La pièce dovrebbe risultare (in tutto, quindi comprendendo le parti non dialogate) di max 45 minuti e il testo dovrebbe essere pronto entro la fine di novembre, al più tardi comunque per quest’anno, per poter consentire a chi vuole metterla in scena di avere tutto il tempo.

Il fine è dare uno strumento:

– a chi ha già partecipato l’anno scorso e ha paura di ripetersi
– agli enti come le scuole che devono presentare un progetto
– a chi vuole aderire ma non se la sente di inventarsi qualcosa
– alle compagnie teatrali professionali e non.

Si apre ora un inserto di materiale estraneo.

import { createHash } from 'node:crypto';
import { readingError } from '../../node/analyse-log';
import { LogSource, openSource } from '../../node/log-source';

/** A file's SHA-256 (FIPS 180-4) as stored and its size. */
export interface FileDigest {
  sha256: string;
  bytes: number;
}

/**
 * A log source that hashes its bytes as stored while a reader reads it once, so the pass that reads
 * a station log also fingerprints it. A reader that stops early (a log refused at its header) leaves
 * the rest unhashed: `digest` then reads the source again to its end. A file-system error names
 * the file (`readingError`).
 */
export class DigestingSource {
  private readonly hash = createHash('sha256');
  private bytes = 0;
  private readToEnd = false;

  constructor(readonly source: LogSource) {}

  /** The source to hand the reader; opened once. */
  get tapped(): LogSource {
    return { open: () => this.chunks() };
  }

  /** The digest of the whole source (once the reader is done; ask once). */
  async digest(): Promise<FileDigest> {
    if (!this.readToEnd) {
      const whole = new DigestingSource(this.source);
      const chunks = whole.chunks();
      while ((await chunks.next()).done !== true);
      return whole.digest();
    }
    return { sha256: this.hash.digest('hex'), bytes: this.bytes };
  }

  private async *chunks(): AsyncGenerator<Uint8Array> {
    try {
      for await (const chunk of openSource(this.source)) {
        this.hash.update(chunk);
        this.bytes += chunk.length;
        yield chunk;
      }
    } catch (error) {
      throw readingError(this.source, error);
    }
    this.readToEnd = true;
  }
}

Di seguito una serie di suggestioni (alcune delle quali andranno messe in pratica in fase di regia, ma conoscerle può aiutare il drammaturgo):

– il testo dovrebbe partire da una base di semplicità…mi spiego: potenzialmente lo metteranno in scena compagnie improvvisate, di non professionisti, di persone che magari recitano o fanno una regia per la prima volta in vita loro. Contemporaneamente, ai teatri e alle compagnie stabili che vorranno aderire, dobbiamo dare la possibilità di metterla in piedi nel tempo libero, senza inficiare il “lavoro remunerato”.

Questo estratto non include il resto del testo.